TAN: A lot of artists now outsource the production of their work to Asia and you could get this work done at half the price in China.

JK: The studio for me is a sense of family, of community. One of the wonderful things about art is that you don’t have to be so conscious of the bottom line, though you have to be somewhat aware of budget, you’re dealing with the impractical, the impossible, you’re pushing things to the edge. It’s always been important to me to feel self-reliant but at the same time I like the sense of providing for a community.


TAN: 今多くのアーティストがアジアに制作のアウトソースをしている。あなたも例えば中国で半値で作れると思うが。

JK: 私にとってスタジオは家族のようなものだ。アートの素晴らしいところの一つは、お金にそれほど気を使わなくてもいいことだ。もちろん予算なんかは分かっていないといけないが、非現実、不可能を相手にして、どこまで物事を極限まで持っていけるかと闘っている訳だ。常に安心していられることは私にとって重要だし、コミュニティーに何かを提供しているような感覚も重要だと思う。


まず、質問そのものに驚く。今やみんなアジアで作ってるんだからって、、、。すごいなiPodだけじゃなかったんだな。アート業界で中国中国って言っているのは、高い中国ポップペインティングの生産地としてと、西洋アートの巨大潜在マーケットとしてかと思っていたが、実は、世界の工場としても重要だったのか。これは、もう完全に製造業の水平分業か垂直統合かとかそういうことがアートを語る一つのファクターになりつつあると。日本の芸大で、デッサンとか彫刻がうまいかどうかで合否を判断している場合ではないかも。そしてクーンズの答えもまたすごい。アメリカンアパレルみたいだな。

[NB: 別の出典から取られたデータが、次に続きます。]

"""Tiles half-way between coarse ones, by a short interpolation.

A row's window limits its coefficients to a band of ``width`` bins, so somewhat more
than ``width`` coarse tiles hold all there is to know of the row, and a tile half-way
between two of them is a weighted sum over its neighbours. The weights minimise the
mean square error of a signal that fills the window w,

    integral w(x)^2 | 1 - sum_j g_j cos(pi (j - 1/2) x / r) |^2 dx,   |x| < 1,

with r the oversampling and j the offset in coarse tiles from the one before the
mid-point.
"""

from __future__ import annotations

from functools import lru_cache

import numpy as np

from dq.tiles.plan import OVERSAMPLING, bisquare

#: Coarse tiles used on each side of a mid-point: with the plan's oversampling of 1.1
#: the error is 7e-4 of the row's amplitude (tested).
REACH = 8


def _basis(x: np.ndarray) -> np.ndarray:
    offsets = np.arange(-REACH + 1, REACH + 1) - 0.5
    return np.cos(np.pi * offsets[None, :] * x[:, None] / OVERSAMPLING)


@lru_cache(maxsize=1)
def midpoint_weights() -> np.ndarray:
    """Give the weights of the coarse tiles around a mid-point.

    Returns
    -------
    ndarray of float32, shape (2 * REACH,)
        For offsets ``-REACH + 1 .. REACH`` from the tile before the mid-point.
    """
    x = np.linspace(-1, 1, 4001)
    weight = bisquare(x)
    half = 2.0 * _basis(x)[:, REACH:]
    solution, *_ = np.linalg.lstsq(half * weight[:, None], weight, rcond=None)
    return np.concatenate([solution[::-1], solution]).astype(np.float32)


def midpoint_error() -> float:
    """Give the root-mean-square error of a mid-point over the row's amplitude."""
    x = np.linspace(-1, 1, 8001)
    energy = bisquare(x) ** 2
    made = _basis(x) @ midpoint_weights().astype(float)
    return float(np.sqrt(np.sum(energy * (made - 1) ** 2) / np.sum(energy)))


def screening_energy(threshold: float) -> float:
    """Give the energy that a coarse tile needs for its mid-points to be computed.

    Notes
    -----
    Coarse tiles lie at most 0.86 sigma_t from a mid-point, where two tiles share the
    fraction c = exp(-0.86^2 / 8) = 0.912 of their amplitude. If the mid-point's energy
    is z, each of its two neighbours has the mean amplitude c sqrt(z) and, along it, a
    standard deviation of sqrt((1 - c^2) / 2) = 0.29. Both fall more than four of these
    short of it once in more than a million crossings.
    """
    amplitude = 0.912 * np.sqrt(threshold) - 4.0 * 0.29
    return float(max(amplitude, 0.0) ** 2)
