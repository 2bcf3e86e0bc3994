"""Compiled inner loops: one pass over a row's coefficients, no tile visited twice.

The slow twins of these loops are in ``tests/tiles``.
"""

from __future__ import annotations

import numpy as np
from numba import njit

#: Coefficients looked at together; a chunk without a tile above threshold (nearly all
#: of them in noise) costs only a vectorised maximum. 256 complex64 are 2 KiB.
CHUNK = 256


@njit(cache=True, fastmath=True, nogil=True)
def apply_window(spectra, first, window, out):
    """Put a row's part of each spectrum under its window, followed by zeros.

    Parameters
    ----------
    spectra : ndarray of float32, shape (n_items, 2 * n_bins)
        Real and imaginary parts in turn.
    first : int
        First bin of the window.
    window : ndarray of float32, shape (width,)
    out : ndarray of float32, shape (n_items, 2 * n_tiles)
    """
    width = window.shape[0]
    for item in range(spectra.shape[0]):
        source, target = spectra[item, 2 * first :], out[item]
        for k in range(width):
            target[2 * k] = source[2 * k] * window[k]
            target[2 * k + 1] = source[2 * k + 1] * window[k]
        target[2 * width :] = 0.0


@njit(cache=True, fastmath=True, nogil=True)
def _largest_energy(x: np.ndarray, start: int, stop: int) -> np.float32:
    """Largest squared modulus in ``[start, stop)``; reassociation is harmless here."""
    largest = np.float32(0.0)
    for k in range(start, stop):
        energy = x[2 * k] * x[2 * k] + x[2 * k + 1] * x[2 * k + 1]
        largest = max(largest, energy)
    return largest


@njit(cache=True, nogil=True)
def _energy(x: np.ndarray, k: int) -> np.float32:
    return x[2 * k] * x[2 * k] + x[2 * k + 1] * x[2 * k + 1]


@njit(cache=True, nogil=True)
def find_runs(x, low, high, threshold, places, energies):
    """Find runs of consecutive tiles above threshold in one row of each item.

    Parameters
    ----------
    x : ndarray of float32, shape (n_items, 2 * n_tiles)
        Complex coefficients, real and imaginary parts in turn.
    low, high : ndarray of int64, shape (n_items,)
        Tiles ``[low, high)`` of each item are looked at.
    threshold : ndarray of float32, shape (n_items,)
        Squared modulus from which on a tile counts.
    places : ndarray of int64, shape (capacity, 4)
        Out: item, first tile, last tile, loudest tile of each run.
    energies : ndarray of float32, shape (capacity, 4)
        Out: squared modulus at the loudest tile, at the tile before and after it, and
        the sum over the run.

    Returns
    -------
    int
        Number of runs found; when it exceeds the capacity the rest was not stored and
        the caller must come again with more room.
    """
    capacity = places.shape[0]
    found = 0
    for item in range(x.shape[0]):
        row = x[item]
        n_tiles = row.shape[0] // 2
        bound = threshold[item]
        open_run = False
        first, peak = 0, 0
        loudest, total = np.float32(0.0), np.float32(0.0)
        start = low[item]
        while start < high[item]:
            stop = min(start + CHUNK, high[item])
            if open_run or _largest_energy(row, start, stop) >= bound:
                for k in range(start, stop + 1):
                    # one step past the last chunk closes a run at the border
                    inside = k < stop
                    if not inside and stop < high[item]:
                        break
                    energy = _energy(row, k) if inside else np.float32(-1.0)
                    if energy >= bound:
                        if not open_run:
                            open_run, first, peak = True, k, k
                            loudest, total = energy, np.float32(0.0)
                        total += energy
                        if energy > loudest:
                            loudest, peak = energy, k
                    elif open_run:
                        open_run = False
                        if found < capacity:
                            places[found, 0] = item
                            places[found, 1] = first
                            places[found, 2] = k - 1
                            places[found, 3] = peak
                            energies[found, 0] = loudest
                            energies[found, 1] = _energy(row, (peak - 1) % n_tiles)
                            energies[found, 2] = _energy(row, (peak + 1) % n_tiles)
                            energies[found, 3] = total
                        found += 1
            start = stop
    return found


@njit(cache=True, nogil=True)
def single_tile(spectrum, samples, sample_rate, time_s, frequency, q):
    """Evaluate one tile anywhere, by direct summation over its window's bins.

    Parameters
    ----------
    spectrum : ndarray of complex64, shape (n_bins,)
        Whitened spectrum of one transform of ``samples`` samples.
    time_s : float
        Centre of the tile after the transform's first sample, s.
    frequency, q : float
        Hz and dimensionless.

    Returns
    -------
    complex
        Coefficient whose squared modulus has mean 1 in white noise.
    """
    length = samples / sample_rate
    half_width = np.sqrt(11.0) * frequency / q
    first = max(int(np.floor((frequency - half_width) * length)) + 1, 1)
    last = min(int(np.ceil((frequency + half_width) * length)), spectrum.shape[0])
    step = 2.0 * np.pi * time_s / length
    turn = complex(np.cos(step), np.sin(step))
    # the phase is taken relative to the tile's own frequency, so that it is the
    # signal's phase at the centre of the tile
    phase = step * (first - frequency * length)
    factor = complex(np.cos(phase), np.sin(phase))
    total, norm = 0.0j, 0.0
    for k in range(first, last):
        offset = (k / length - frequency) / half_width
        weight = (1.0 - offset * offset) ** 2
        norm += weight * weight
        total += weight * factor * complex(spectrum[k])
        factor *= turn
    if norm == 0.0:
        return 0.0j
    return total / np.sqrt(norm)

全体のやりとりからかなり意図的に取り出した。アート的にもっと真面目な、彼の作品に関すること、彼のコレクションと彼の作品の関係などもふんだんに入っているので、上記の記事全文読んでも面白い。しかし、わかっているつもりだったが、本当にアートが、需要側、供給側ともに産業化している感じが否めない。ビジネス誌でのCEOとのインタビューにも聞こえてくる。そのうち、ファッション業界よろしく「ジェフ・クーンズ2012秋冬」とかいうようになるのか。アカデミックなアートクリティックはこのようなジャンルをほとんど評価していないという声も聞くが、客観的に見て、アートクリティックやキュレーターと、アーティストの力関係がどうもバランスが取れていないように見える。歴史は残っていくもので作られていくとしたら、巨大なものを沢山作れるものが残っていくのか。